◆ Work request: Only the lines below starting at the one containing "from finefit.fitting.results import" and ending at the one containing "group: str | None" belong in the answer, each copied exactly.

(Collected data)
Content starts

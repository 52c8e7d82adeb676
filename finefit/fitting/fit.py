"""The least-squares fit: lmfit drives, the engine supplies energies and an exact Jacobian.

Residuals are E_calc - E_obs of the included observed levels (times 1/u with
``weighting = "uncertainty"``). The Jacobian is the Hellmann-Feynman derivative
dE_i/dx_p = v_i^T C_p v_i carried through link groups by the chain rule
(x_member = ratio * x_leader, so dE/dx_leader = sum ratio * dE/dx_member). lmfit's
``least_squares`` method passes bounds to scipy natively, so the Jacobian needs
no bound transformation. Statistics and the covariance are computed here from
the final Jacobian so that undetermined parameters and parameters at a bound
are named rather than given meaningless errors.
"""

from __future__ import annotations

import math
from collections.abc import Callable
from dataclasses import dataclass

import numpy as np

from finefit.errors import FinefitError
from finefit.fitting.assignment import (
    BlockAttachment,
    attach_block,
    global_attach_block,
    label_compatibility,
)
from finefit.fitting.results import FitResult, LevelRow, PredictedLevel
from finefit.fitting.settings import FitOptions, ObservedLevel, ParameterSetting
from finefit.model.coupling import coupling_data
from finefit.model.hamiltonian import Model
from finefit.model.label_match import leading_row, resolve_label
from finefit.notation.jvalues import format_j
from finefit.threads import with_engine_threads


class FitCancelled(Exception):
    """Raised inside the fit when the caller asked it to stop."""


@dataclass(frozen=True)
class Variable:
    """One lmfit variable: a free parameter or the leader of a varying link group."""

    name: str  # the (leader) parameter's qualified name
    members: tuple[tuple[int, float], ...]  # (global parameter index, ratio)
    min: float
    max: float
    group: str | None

Content ends
Content starts

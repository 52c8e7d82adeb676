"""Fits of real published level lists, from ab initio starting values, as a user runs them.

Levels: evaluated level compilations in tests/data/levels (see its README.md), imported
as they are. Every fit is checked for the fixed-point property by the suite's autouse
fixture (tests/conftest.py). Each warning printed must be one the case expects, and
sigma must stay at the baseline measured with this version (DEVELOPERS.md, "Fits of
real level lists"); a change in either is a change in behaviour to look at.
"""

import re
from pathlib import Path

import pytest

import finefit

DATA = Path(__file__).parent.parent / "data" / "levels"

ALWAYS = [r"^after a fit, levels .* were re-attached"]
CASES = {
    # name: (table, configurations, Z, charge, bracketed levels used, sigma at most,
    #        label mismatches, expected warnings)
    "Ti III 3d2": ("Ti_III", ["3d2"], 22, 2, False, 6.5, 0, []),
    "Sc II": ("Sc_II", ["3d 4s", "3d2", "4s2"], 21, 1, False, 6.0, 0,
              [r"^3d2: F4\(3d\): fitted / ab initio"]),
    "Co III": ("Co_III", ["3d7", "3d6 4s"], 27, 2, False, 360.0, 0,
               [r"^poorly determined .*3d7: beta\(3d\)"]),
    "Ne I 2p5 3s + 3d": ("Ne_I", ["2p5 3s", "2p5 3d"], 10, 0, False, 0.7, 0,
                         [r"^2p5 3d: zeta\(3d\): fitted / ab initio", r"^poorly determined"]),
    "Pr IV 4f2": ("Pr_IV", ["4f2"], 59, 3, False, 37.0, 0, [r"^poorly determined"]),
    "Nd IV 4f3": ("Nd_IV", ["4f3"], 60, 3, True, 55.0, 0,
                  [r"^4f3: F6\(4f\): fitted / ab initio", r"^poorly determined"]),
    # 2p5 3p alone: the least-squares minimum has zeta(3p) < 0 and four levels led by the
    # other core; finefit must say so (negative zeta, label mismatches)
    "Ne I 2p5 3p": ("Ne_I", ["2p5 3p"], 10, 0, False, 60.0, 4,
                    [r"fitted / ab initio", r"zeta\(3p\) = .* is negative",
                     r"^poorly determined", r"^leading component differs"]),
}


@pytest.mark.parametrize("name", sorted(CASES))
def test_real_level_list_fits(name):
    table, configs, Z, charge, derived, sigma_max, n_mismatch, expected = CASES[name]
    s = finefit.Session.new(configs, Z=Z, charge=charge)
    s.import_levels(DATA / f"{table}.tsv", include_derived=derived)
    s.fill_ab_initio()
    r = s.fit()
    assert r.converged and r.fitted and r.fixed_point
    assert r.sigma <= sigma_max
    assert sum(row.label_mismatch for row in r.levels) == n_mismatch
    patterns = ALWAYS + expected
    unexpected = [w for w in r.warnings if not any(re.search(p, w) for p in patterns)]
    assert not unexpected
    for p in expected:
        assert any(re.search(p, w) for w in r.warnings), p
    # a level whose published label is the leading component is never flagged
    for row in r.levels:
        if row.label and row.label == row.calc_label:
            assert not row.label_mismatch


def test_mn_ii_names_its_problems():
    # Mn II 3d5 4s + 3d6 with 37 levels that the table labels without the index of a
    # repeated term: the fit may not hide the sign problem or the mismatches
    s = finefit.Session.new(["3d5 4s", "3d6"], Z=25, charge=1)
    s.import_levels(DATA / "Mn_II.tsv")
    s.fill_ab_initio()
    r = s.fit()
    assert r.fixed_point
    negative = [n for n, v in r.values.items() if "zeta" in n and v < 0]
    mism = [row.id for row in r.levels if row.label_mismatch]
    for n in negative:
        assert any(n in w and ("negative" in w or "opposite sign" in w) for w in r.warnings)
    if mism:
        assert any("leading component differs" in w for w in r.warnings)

Content ends
Content starts

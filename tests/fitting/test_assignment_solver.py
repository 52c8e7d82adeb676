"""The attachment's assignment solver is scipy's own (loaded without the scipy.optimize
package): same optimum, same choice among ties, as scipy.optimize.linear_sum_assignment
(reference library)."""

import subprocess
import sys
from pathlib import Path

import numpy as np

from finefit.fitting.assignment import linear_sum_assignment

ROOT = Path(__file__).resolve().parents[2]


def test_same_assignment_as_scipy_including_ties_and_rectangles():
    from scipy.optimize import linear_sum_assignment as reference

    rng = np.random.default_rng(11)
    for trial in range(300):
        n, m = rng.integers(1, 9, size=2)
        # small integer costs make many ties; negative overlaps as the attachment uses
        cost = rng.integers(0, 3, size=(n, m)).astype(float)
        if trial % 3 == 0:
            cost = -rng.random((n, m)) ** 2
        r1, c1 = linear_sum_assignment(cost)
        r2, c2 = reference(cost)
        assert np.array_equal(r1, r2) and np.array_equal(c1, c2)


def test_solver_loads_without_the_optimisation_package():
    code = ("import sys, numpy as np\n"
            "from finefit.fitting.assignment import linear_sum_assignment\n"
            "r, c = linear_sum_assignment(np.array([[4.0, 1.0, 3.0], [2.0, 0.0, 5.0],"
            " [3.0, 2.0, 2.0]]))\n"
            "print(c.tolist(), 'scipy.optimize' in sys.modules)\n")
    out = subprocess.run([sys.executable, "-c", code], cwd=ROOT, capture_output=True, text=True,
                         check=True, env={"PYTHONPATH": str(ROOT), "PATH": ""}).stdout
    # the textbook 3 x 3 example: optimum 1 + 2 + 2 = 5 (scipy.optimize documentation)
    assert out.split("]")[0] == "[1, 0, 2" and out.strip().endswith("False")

Content ends

◆ Response to the exercise:
from finefit.fitting.results import FitResult, LevelRow, PredictedLevel
from finefit.fitting.settings import FitOptions, ObservedLevel, ParameterSetting
from finefit.model.coupling import coupling_data
from finefit.model.hamiltonian import Model
from finefit.model.label_match import leading_row, resolve_label
from finefit.notation.jvalues import format_j
from finefit.threads import with_engine_threads


class FitCancelled(Exception):
    """Raised inside the fit when the caller asked it to stop."""


@dataclass(frozen=True)
class Variable:
    """One lmfit variable: a free parameter or the leader of a varying link group."""

    name: str  # the (leader) parameter's qualified name
    members: tuple[tuple[int, float], ...]  # (global parameter index, ratio)
    min: float
    max: float
    group: str | None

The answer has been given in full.